The novel's richest scenes take place in a forgotten mountain village in Kyrgyzstan, where a father named Anarbek manages a communist-era cheese factory that produces no cheese. While the rest of the country stumbles toward privatization, a bureaucratic oversight keeps subsidy checks flowing from the capital. Anarbek knows they're living on borrowed time, but in this barren, mountainous village there is nothing else do to. "We're still making a profit!" he assures the workers who arrive each day to sit and chat.
Anarbek's home life is just as precarious. A hot-headed young man has attempted to marry his daughter, Nazira, through an old custom called wife stealing. When Nazira escapes her beau/abductor and flees back home, Anarbek faces the dilemma of turning her away in deference to their ancient ways or taking her back in an act of public humiliation.
News that an American teacher of English is coming to the village lifts everyone's spirits. They're hoping for someone like Madonna or Sharon Stone, but when Jeff appears sporting a straight set of teeth, they embrace him with the zealous hospitality that tradition demands. Indeed, Jeff barely survives their enthusiasm; nauseating meals and exhausting celebrations leave him desperate for a moment of privacy.
This is risky comedy that in less deft hands would clunk into condescension, but Rosenberg keeps it aloft with a sweet sense of appreciation. The meals and rituals and costumes he describes are unimaginably foreign, but the earnestness and pride he captures in these people ennoble them.
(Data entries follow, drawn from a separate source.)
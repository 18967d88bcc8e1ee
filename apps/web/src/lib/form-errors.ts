import type { FieldValues, Path, UseFormSetError } from 'react-hook-form';
import { ApiError } from './api-client';
import { describeError } from './errors';

interface ServerErrorMapping<T extends FieldValues> {
  /** Form fields the server may name in `details[].path`. */
  fields: readonly Path<T>[];
  /** Refusals without details that still belong to one field, e.g. USER_EMAIL_TAKEN → email. */
  codes?: Readonly<Record<string, Path<T>>>;
  /**
   * Put each message on the exact path the server named (e.g. `definition.plan.stations.2.name`)
   * rather than on the top-level field, for forms with nested fields and lists.
   */
  exactPaths?: boolean;
}

/**
 * Puts a refused request's messages where the person will look: on the named fields, and
 * anything that fits no field on `root.server` for the form's alert.
 */
export function applyServerErrors<T extends FieldValues>(
  error: unknown,
  setError: UseFormSetError<T>,
  { fields, codes = {}, exactPaths = false }: ServerErrorMapping<T>,
): void {
  const fieldFor = (path: string): Path<T> | undefined => {
    const field = fields.find((name) => path.split('.')[0] === name);
    return field && exactPaths ? (path as Path<T>) : field;
  };
  if (error instanceof ApiError) {
    const unplaced = error.details.filter((detail) => {
      const field = fieldFor(detail.path);
      if (field) setError(field, { type: error.code, message: detail.message });
      return !field;
    });
    const codeField = codes[error.code];
    if (codeField && error.details.length === 0) {
      setError(codeField, { type: error.code, message: error.message });
      return;
    }
    if (error.details.length > 0 && unplaced.length === 0) return;
  }
  // The code travels as the error's type, so a form can pick a tone (e.g. warning for throttling).
  setError('root.server', { type: error instanceof ApiError ? error.code : 'UNKNOWN', message: describeError(error) });
}
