import { DecimalType, Entity, ManyToOne, Property, Unique } from '@mikro-orm/core';
import { BaseEntity } from '../database/base.entity';
import { LENGTH_COLUMN } from '../common/units/lengths';
import { Material } from '../materials/material.entity';
import { MasterCalibration } from './master-calibration.entity';

/** A calibrated master the inspectors zero on. Its calibrations are permanent records of their own. */
@Entity({ tableName: 'master_gauge' })
export class MasterGauge extends BaseEntity {
  @Property({ type: 'text' })
  @Unique()
  code!: string;

  @Property({ type: 'text' })
  description!: string;

  @Property({ type: new DecimalType('number'), ...LENGTH_COLUMN })
  nominalMm!: number;

  @ManyToOne(() => Material, { eager: true })
  material!: Material;

  /** The calibration in force (latest not superseded), kept here so lists can filter on its due date. */
  @ManyToOne(() => MasterCalibration, { nullable: true, eager: true })
  currentCalibration: MasterCalibration | null = null;

  @Property({ type: 'timestamptz', nullable: true })
  retiredAt: Date | null = null;

  @Property({ type: 'text', nullable: true })
  retiredReason: string | null = null;

  @Property({ type: 'timestamptz', onUpdate: () => new Date(), defaultRaw: 'now()' })
  updatedAt: Date = new Date();
}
"Adrift on waves of good intentions," Jeff has come to Kyrgyzstan after a disappointing retreat from an Apache reservation in Arizona, where he tried to establish a youth center. Ironically, halfway around the world, in this Central Asian village impossibly different from the native American settlement he left behind, Jeff finds the old complications of human nature essentially unchanged: The demands of modern business mesh poorly with ancient traditions; even desperate people are reluctant to give up their meager security for the slim chance of future prosperity.
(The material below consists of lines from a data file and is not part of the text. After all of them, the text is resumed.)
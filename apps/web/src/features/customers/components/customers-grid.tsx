import type { Customer } from '@evenset/contracts';
import type { GridColDef } from '@mui/x-data-grid';
import { useNavigate } from 'react-router-dom';
import { AppDataGrid } from '../../../components/app-data-grid';
import { figuresColumn } from '../../../components/data-grid/length-column';
import { linkColumn } from '../../../components/data-grid/link-column';
import { useGridListQuery } from '../../../components/data-grid/use-grid-list-query';
import { paths } from '../../../config/paths';
import { useCustomers } from '../api/customers';

const columns: GridColDef<Customer>[] = [
  linkColumn<Customer>({ field: 'name', headerName: 'Customer', flex: 1, minWidth: 220 }, (row) =>
    paths.customer.getHref(row.id),
  ),
  { field: 'contactEmail', headerName: 'Contact e-mail', flex: 1, minWidth: 220 },
  figuresColumn<Customer>({ field: 'orderCount', headerName: 'Orders', width: 110, sortable: false }),
  figuresColumn<Customer>({ field: 'setCount', headerName: 'Sets', width: 110, sortable: false }),
];

/** Customers by name; a row opens the customer's orders and sets. */
export function CustomersGrid({ canCreate }: { canCreate: boolean }) {
  const navigate = useNavigate();
  const list = useGridListQuery([{ field: 'name', sort: 'asc' }]);
  const request = useCustomers(list.query);
  return (
    <AppDataGrid
      label="Customers"
      columns={columns}
      request={request}
      list={list}
      searchLabel="Search customers"
      emptyState={{
        title: 'No customers yet',
        hint: canCreate
          ? 'Add one with “New customer” above, or while building sets.'
          : 'Sales adds customers when they build sets for them.',
      }}
      csvFileName="evenset-customers"
      onRowClick={(row) => void navigate(paths.customer.getHref(row.id))}
    />
  );
}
As he tries to get Anarbek to move his factory beyond the cheesemaking charade, Jeff finds himself falling into the same ruse, claiming his students are making good progress. Only Anarbek's disgraced daughter Nazira, who also teaches English, seems to realize what's really happening, but she's too entranced by Jeff to object.
Two years later, when Jeff leaves their village, Nazira knows she must presume nothing about his devotion to her, but his genuine goodness is so beguiling that she can't resist fanning a little flame of hope in her otherwise realistic heart.
In the novel's final section, Rosenberg draws these characters to Turkey with a clever, almost comical, move that levels the playing field, forcing each of them to be the visiting foreigner. The ancient streets of Istanbul, studded with marks of modernity, provide a perfect setting for Anarbek, Jeff, and one of his Apache students from Arizona to consider the responsibilities that root them to the past.
Rosenberg's greatest challenge is moving between the large and small scales that his story demands. He has trouble conveying the passage of time, creating that accumulation of physical and mental detail that makes us believe characters have experienced more than we've been shown. And he's far better at capturing intimate gatherings like the Kyrgyz birthday party high in the mountains than panoramic scenes like the national celebration that draws 50,000 people.
But what a generous, big-hearted book this is, perceptive enough to catch the goodness in all these well- intentioned people. Each of them endures the sting of inadequacy, but they're all tethered to a sense of compassion that snaps them back from despair. Yes, the incurably charitable are hungering for their own salvation in the act of feeding others, but that cynical insight, Rosenberg argues, mustn't lead us to scorn the whole enterprise. In an era that gave us the term "compassion fatigue," his novel is a gentle rousing by someone who understands the complicated rewards of caring.